INSTRUCTIONS FOR THE TASK: Answer with only the number of lines below where "workers" appears.

=== EXTRACTED ENTRIES ===

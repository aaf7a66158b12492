"""What every test may use: the folders on the import path, the phone built once, and a Chromium."""

from __future__ import annotations

import fcntl
import sys
from collections.abc import Iterator
from pathlib import Path
from typing import TYPE_CHECKING

import pytest

TESTS = Path(__file__).resolve().parent
REPO = TESTS.parent
for folder in (REPO, REPO / "webui", TESTS, TESTS / "parity"):
    if str(folder) not in sys.path:
        sys.path.insert(0, str(folder))

if TYPE_CHECKING:
    from playwright.sync_api import Browser

CHROMIUM = "/usr/bin/chromium"
CHROMIUM_FLAGS = [
    "--no-sandbox",
    "--disable-gpu",
    "--disable-quic",
    "--no-first-run",
    "--disable-background-networking",
    "--disable-component-update",
    "--disable-sync",
]


@pytest.fixture(scope="session")
def phone_build(tmp_path_factory: pytest.TempPathFactory, worker_id: str) -> Path:
    """The folder of a phone built from this checkout, once for all workers of a run."""
    import build

    shared = tmp_path_factory.getbasetemp()
    if worker_id != "master":
        shared = shared.parent  # the folder that all workers of this run have in common
    out, done = shared / "phone", shared / "phone.done"
    with open(shared / "phone.lock", "w") as lock:
        fcntl.flock(lock, fcntl.LOCK_EX)
        if not done.exists():
            build.build(out, REPO, cache=REPO / "webui" / ".cache")
            done.touch()
    return out


@pytest.fixture(scope="session")
def chromium() -> Iterator[Browser]:
    """A headless Chromium; each test opens its own context in it."""
    from playwright.sync_api import sync_playwright

    with sync_playwright() as playwright:
        browser = playwright.chromium.launch(executable_path=CHROMIUM, headless=True, args=CHROMIUM_FLAGS)
        yield browser
        browser.close()
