"""axe-core on a page: the package's own text, run in the page; what it finds wrong, by rule and element."""

from __future__ import annotations

from importlib.resources import files
from typing import TYPE_CHECKING, Any

if TYPE_CHECKING:
    from playwright.sync_api import Page

AXE = files("axe_playwright_python").joinpath("axe.min.js").read_text(encoding="utf-8")
RUN = """axe.run(document, {runOnly: ['wcag2a', 'wcag2aa', 'wcag21a', 'wcag21aa', 'wcag22aa', 'best-practice']})
  .then(found => ({passes: found.passes.length,
                   violations: found.violations.map(v => v.id + ': ' + v.nodes.map(n => n.html).join(' '))}))"""


def look(page: Page) -> dict[str, Any]:
    """{"passes": number of rules that held, "violations": ["rule: elements"]} of the page as it stands."""
    if not page.evaluate("typeof window.axe === 'object'"):
        page.evaluate(AXE + ";0")
    found: dict[str, Any] = page.evaluate(RUN)
    return found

===

FINISHED EXERCISE: 2